Quante cose si possono fare in sette secondi? Tante, molte. Come scendere dall’Olimpo, atterrare al Wanda Metropolitano e rompere l’inerzia di uno 0-0 tra i comuni mortali di Barcelona e Atlético Madrid. Sette secondi e sette tocchi sono bastati a Lionel Messi per siglare un altro capolavoro dei suoi, con firma d’autore e accompagnamento musicale di Luis Suárez. Una rete che vale oro, perché a Parigi aspettavano soltanto lui. Anche stavolta.
Nell’epoca in cui anche le divinità non europee possono ambire al Ballon d’Or, assegnato da France Football, nessuno l’ha accarezzato e portato a casa più volte di lui. Cristiano Ronaldo, l’eterno sfidante, è stato il principale competitor de La Pulga in tutti questi anni di militanza in Liga. Cinque ne ha vinti il portoghese, uno in più l’argentino.
Sempre un passo avanti lui, che al théâtre du Châtelet è ormai di casa. L’assegnazione dello scorso anno a Luka Modrić è quasi sembrata un riconoscimento doveroso alla carriera e la necessità di dare un colpo al cerchio della classifica storica.

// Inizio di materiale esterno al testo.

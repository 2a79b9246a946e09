"""A curve over wavelength: transmissions, efficiencies, tabulated spectra.

Straight lines join the points of a table; beyond its ends it says nothing and counts as 0. What
integrates over curves must stop at their points, where the lines bend. Wavelengths in metres.
"""

from __future__ import annotations

from collections.abc import Iterable
from dataclasses import dataclass

import numpy as np
from numpy.typing import ArrayLike

from simimg.arrays import FloatArray, frozen


@dataclass(frozen=True, eq=False)
class Curve:
    """A table of values over wavelength.

    Attributes
    ----------
    wavelength : (n,) ndarray of float64
        Increasing, above 0 (m); at least two.
    value : (n,) ndarray of float64
        At least 0, not all 0.
    """

    wavelength: FloatArray
    value: FloatArray

    def __post_init__(self) -> None:
        x = np.asarray(self.wavelength, dtype=np.float64)
        y = np.asarray(self.value, dtype=np.float64)
        if x.ndim != 1 or x.shape != y.shape or x.size < 2:
            raise ValueError("a curve needs two columns of the same length, at least two rows")
        if not (np.all(np.isfinite(x)) and x[0] > 0.0 and np.all(np.diff(x) > 0.0)):
            raise ValueError("wavelengths must be finite, above 0 and increasing")
        if not (np.all(np.isfinite(y)) and np.all(y >= 0.0) and y.any()):
            raise ValueError("the values of a curve must be finite, at least 0 and not all 0")
        object.__setattr__(self, "wavelength", frozen(x))
        object.__setattr__(self, "value", frozen(y))

    def __call__(self, wavelength: ArrayLike) -> FloatArray:
        """Value at wavelengths (m), any shape; 0 beyond the ends."""
        place = np.asarray(wavelength, dtype=np.float64)
        return np.asarray(np.interp(place, self.wavelength, self.value, left=0.0, right=0.0))

    @property
    def support(self) -> tuple[float, float]:
        """Wavelengths (m) between which it is not 0."""
        lit = np.nonzero(self.value)[0]
        first, last = max(lit[0] - 1, 0), min(lit[-1] + 1, self.value.size - 1)
        return float(self.wavelength[first]), float(self.wavelength[last])

    @property
    def bounds(self) -> tuple[float, float]:
        """Wavelengths (m) between which it says something."""
        return float(self.wavelength[0]), float(self.wavelength[-1])


def efficiency_curve(wavelength: ArrayLike, efficiency: ArrayLike) -> Curve:
    """A detector's quantum efficiency or a throughput, tabulated.

    Parameters
    ----------
    wavelength : (n,) array_like
        Increasing (m).
    efficiency : (n,) array_like
        From 0 to 1.

    Raises
    ------
    ValueError
        If it is not such a table.
    """
    curve = Curve(np.asarray(wavelength, np.float64), np.asarray(efficiency, np.float64))
    if curve.value.max() > 1.0:
        raise ValueError("efficiencies must lie between 0 and 1")
    return curve


def panels(
    lower: float, upper: float, bends: Iterable[FloatArray]
) -> tuple[FloatArray, FloatArray]:
    """Nodes and weights of a quadrature that stops at every bend.

    Parameters
    ----------
    lower, upper : float
        Ends (m).
    bends : iterable of ndarray
        Wavelengths (m) at which the integrand or its slope may jump.

    Returns
    -------
    wavelength, weight : (n,) ndarray of float64
        Gauss-Legendre in each piece, at least 64 nodes in all and four in each piece.
    """
    places = np.concatenate([np.array([lower, upper]), *(np.ravel(bend) for bend in bends)])
    edges = np.unique(np.clip(places, lower, upper))
    order = max(4, -(-64 // (edges.size - 1)))
    nodes, weights = np.polynomial.legendre.leggauss(order)
    half = 0.5 * np.diff(edges)[:, np.newaxis]
    middle = 0.5 * (edges[1:] + edges[:-1])[:, np.newaxis]
    return (middle + half * nodes).ravel(), (half * weights).ravel()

Ma Messi è sempre là: il suo genio si è svegliato un’ora prima del talento di qualsiasi altro calciatore.
¿De qué planeta viniste? Chiese un po’ a Dio e un po’ a se stesso lo scrittore e giornalista Víctor Hugo Morales, nel giorno in cui Diego Armando Maradona si strinse l’Argentina intorno alle scarpette e chiuse con il gol del secolo la pratica Inghilterra.
Messico 1986.
Quella rete concluse in favore degli Albicelestes una battaglia più politica che sportiva: delle Malvinas gli inglesi sottomisero gli abitanti originari della Patagonia, ma il loro dominio si fermò lì. In campo, infatti, esisteva una sola legge, e la dettava Maradona. Quel gol l’avranno tatuato in migliaia, milioni.
Solo Messi no, eppure dovrà farci i conti tutta la vita.
Non ha vinto i Mondiali, non ha trascinato l’Argentina, non ha segnato il gol del secolo.
Non è successo quasi niente di tutto questo, è vero. Ma qualcun altro ha vinto 36 titoli con un club e 82 riconoscimenti individuali? Senza mai fare nient’altro per “vendere” la propria immagine se non giocare come sa: tenendo il pallone incollato al piede, seguendo le linee che disegna la sfera e mai le caviglie degli avversari? Rincorrendo i due archi della porta e mai i guantoni dell’estremo difensore avversario? Avendo come unico idolo El Payaso Aimar, che in campo distribuiva eleganza in dosi di cuoio?
La classe, d’altronde, è lo standard che Messi negli anni ha portato oltre i confini della comprensione avversaria, stabilendo la legge universale secondo la quale il “Barcellona che comincia le partite 1-0 in favore”.
Che avrebbe fatto, obietta qualcuno, La Pulga se non avesse avuto il privilegio di dividere il campo con Xavi e Iniesta? E loro invece? Cosa avrebbero fatto, se nessuno fosse stato capace di convertire in punteggi la loro poesia?
Con 36 reti in 34 partite e 10 gol in 12 sfide di Champions League, Messi accompagnato dai due figli e dalla moglie Antonella tocca per la sesta volta un pallone che diventa d’oro più che mai, quando si tratta di lui.
Nessuno al mondo può vantare il suo stesso numero di Ballon d’Or.
Eppure non basterà, perché non sarà mai empatico come D10S, pieno di sé come Cristiano Ronaldo né più roccioso di van Dijk, il favorito per quest’anno.
Resterà soltanto Leo, a cui non piace troppo parlare in pubblico, in campo va a testa bassa senza proclami, finché non rotola sul verde il pallone. Resterà soltanto Leo, intorno al quale è stato costruito un fenomeno marketing che non è mai stato bravo a gestire.
Divorato dalla macchina del cerca idolo per forza, ha dovuto vestire i panni scomodi del modello da imitare. Non troppo bello né tanto alla moda. Se ne diranno sempre tante e la maglia albiceleste sarà ogni volta il pendolo che oscillerà in favore dei detrattori: “Non è stato il faro dello spogliatoio”, “Decide lui chi convocare”, “Si fa solo alla maniera sua eppure non vince”, “Maradona ha vinto da solo”, “Ha lasciato la Nazionale come nessun capitano farebbe”. Ma viveteci voi da miglior giocatore al mondo col fardello di doverlo ricordare, perché a nessuno piace ammetterlo.
Bei problemi, direte. Ed è vero, ma Leo resta pur sempre un ragazzino che voleva solo un pallone per divertirsi. Non è certo colpa sua se sa farlo, oggi, meglio di chiunque altro al mondo.